These are working notes, not a guide. I run local models on Apple Silicon mostly so I can build tooling for them, and this is the stuff I wish someone had told me in a flat, unexcited list.

This post is authored as MDX rather than plain markdown, which is mostly an excuse to confirm the pipeline handles both.

Memory budget

Unified memory is the whole game. The number that matters is not your total RAM, it is total RAM minus whatever the rest of the system is using, and that second number is larger than you think. Plan for the OS, the browser you forgot to close, and a comfortable margin so the machine does not start swapping.

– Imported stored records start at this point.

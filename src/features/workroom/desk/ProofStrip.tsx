import { useEffect, useRef } from 'react';
import { Icon } from '@/components/Icon';
import { blocking, type ProofItem } from '@/features/projects/proof';

export interface ProofStripProps {
  readonly items: readonly ProofItem[];
  readonly open: boolean;
  readonly onOpen: (open: boolean) => void;
  readonly onGo: (item: ProofItem) => void;
  /** The cure as a button's words, and what it does; null when the item has none. */
  readonly cureOf: (item: ProofItem) => { readonly label: string; readonly apply: () => void } | null;
}
const SHOWN = 3;

/** What keeps the project from being published, at the foot of the desk; opened, with what is worth a look. */
export function ProofStrip({ items, open, onOpen, onGo, cureOf }: ProofStripProps) {
  const stops = blocking(items);
  const advice = items.filter((item) => !item.blocking);
  const list = useRef<HTMLDivElement>(null);
  useEffect(() => {
    if (open) list.current?.focus();
  }, [open]);
  return (
    <footer className="proof" aria-label="Proof list">
      <div className="ruled" aria-hidden="true" />
      {open ? (
        <div
          className="proof-open"
          ref={list}
          tabIndex={-1}
          onKeyDown={(event) => {
            if (event.key === 'Escape') onOpen(false);
          }}
        >
          <ProofGroup
            title="Keeps it from being published"
            tone="bad"
            items={stops}
            empty="Nothing keeps this from being published."
            onGo={onGo}
            cureOf={cureOf}
          />
          <ProofGroup
            title="Worth a look"
            tone="warn"
            items={advice}
            empty="Nothing else to look at."
            onGo={onGo}
            cureOf={cureOf}
          />
        </div>
      ) : null}
      <div className="proof-row">
        <p className={stops.length > 0 ? 'proof-count bad' : 'proof-count good'}>
          <b>{stops.length}</b>
          <span>
            {stops.length === 0
              ? 'nothing in the way of publishing'
              : stops.length === 1
                ? 'thing before you can publish'
                : 'things before you can publish'}
          </span>
        </p>
        <ul className="proof-first">
          {open
            ? null
            : stops.slice(0, SHOWN).map((item, i) => <ProofLine key={i} item={item} onGo={onGo} cure={cureOf(item)} />)}
        </ul>
        <p className="proof-more">
          <button type="button" className="text-button small" aria-expanded={open} onClick={() => onOpen(!open)}>
            {open ? 'Close the proof list' : 'Open the proof list'} <Icon name={open ? 'chevron-down' : 'chevron-up'} />
          </button>
          <span className="small soft">
            {advice.length === 0 ? '' : `and ${advice.length} worth a look `}
            <kbd>Alt P</kbd>
          </span>
        </p>
      </div>
    </footer>
  );
}

interface ProofGroupProps extends Pick<ProofStripProps, 'items' | 'onGo' | 'cureOf'> {
  readonly title: string;
  readonly tone: 'bad' | 'warn';
  readonly empty: string;
}
function ProofGroup({ title, tone, items, empty, onGo, cureOf }: ProofGroupProps) {
  return (
    <section>
      <h2>
        {title} <span className="soft">{items.length}</span>
      </h2>
      {items.length === 0 ? (
        <p className="state good">
          <Icon name="check" /> {empty}
        </p>
      ) : (
        <ul className={`proof-list ${tone}`}>
          {items.map((item, i) => (
            <ProofLine key={i} item={item} detailed onGo={onGo} cure={cureOf(item)} />
          ))}
        </ul>
      )}
    </section>
  );
}

interface ProofLineProps {
  readonly item: ProofItem;
  readonly detailed?: boolean;
  readonly onGo: (item: ProofItem) => void;
  readonly cure: ReturnType<ProofStripProps['cureOf']>;
}
function ProofLine({ item, detailed, onGo, cure }: ProofLineProps) {
  return (
    <li className="proof-item">
      <Icon name={item.blocking ? 'warning' : 'question'} className={item.blocking ? 'bad' : 'warn'} />
      <span>
        <b>{item.title}</b>
        <span className="soft">{item.place.label}</span>
        {detailed ? <span>{item.detail}</span> : null}
      </span>
      <span className="proof-deeds">
        {cure === null ? null : (
          <button type="button" className="btn small-btn" onClick={cure.apply}>
            {cure.label}
          </button>
        )}
        <button type="button" className="btn small-btn" onClick={() => onGo(item)}>
          Go there
        </button>
      </span>
    </li>
  );
}
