import type { Drawing, Shape } from '@/engine';

export interface DrawingViewProps {
  readonly drawing: Drawing;
  /** Which shapes to light, by what they are of. */
  readonly isLit?: (of: string) => boolean;
  /** The part that is chosen, by what it is of. */
  readonly chosen?: string | null;
  /** A press on a part. The drawing is only the quick way: whatever it chooses can be chosen by keyboard elsewhere. */
  readonly onPick?: (of: string) => void;
  readonly className?: string;
}

/** A drawing as live SVG, so that parts of it can be lit. The classes are those of src/styles/drawing.css. */
export function DrawingView({ drawing, isLit, chosen, onPick, className }: DrawingViewProps) {
  return (
    <svg
      className={className ? `drawing ${className}` : 'drawing'}
      width={drawing.width}
      height={drawing.height}
      viewBox={`0 0 ${drawing.width} ${drawing.height}`}
      role="img"
      aria-label={drawing.alt}
    >
      {drawing.shapes.map((shape, i) => (
        <ShapeView
          key={i}
          shape={shape}
          lit={shape.of !== undefined && (isLit?.(shape.of) ?? false)}
          chosen={shape.of !== undefined && shape.of === chosen}
          onPick={onPick}
        />
      ))}
    </svg>
  );
}

interface ShapeViewProps {
  readonly shape: Shape;
  readonly lit: boolean;
  readonly chosen: boolean;
  readonly onPick: DrawingViewProps['onPick'];
}
function ShapeView({ shape, lit, chosen, onPick }: ShapeViewProps) {
  const { of } = shape;
  const pick = of === undefined || onPick === undefined ? undefined : () => onPick(of);
  const marks = [lit ? 'lit' : '', chosen ? 'chosen' : '', pick ? 'pickable' : ''];
  const classes = [`dr-${shape.role.replace(' ', '-')}`, ...marks];
  if (shape.type === 'path')
    return <path className={[...classes, shape.tone ?? ''].filter(Boolean).join(' ')} d={shape.d} onClick={pick} />;
  const { x, y, anchor, turned, text } = shape;
  return (
    <text
      className={classes.filter(Boolean).join(' ')}
      x={x}
      y={y}
      textAnchor={anchor}
      transform={turned ? `rotate(-90 ${x} ${y})` : undefined}
      onClick={pick}
    >
      {text}
    </text>
  );
}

A rough rule that has held up for me: take the model’s on-disk size, add the working set for your context length, and treat anything past 70 percent of free memory as the point where things get unpleasant. Past that line the model still runs. It just stops being fun.

Throughput

Tokens per second is a fine headline number and a bad planning number. It moves with context length, with batch size, with whether the model is warm, and with what else is competing for memory bandwidth. A tps figure with no context attached is closer to vibes than data.

What I actually watch is the shape of it: does throughput hold steady as the context fills, or does it fall off a cliff at some length? The cliff is the useful thing to know, because it tells you the real working limit of a model on your machine, which is almost always lower than the spec sheet implies.

The closing thought, since I promised one: the constraint is freeing. A machine that cannot run everything forces you to actually choose, and choosing is good for you.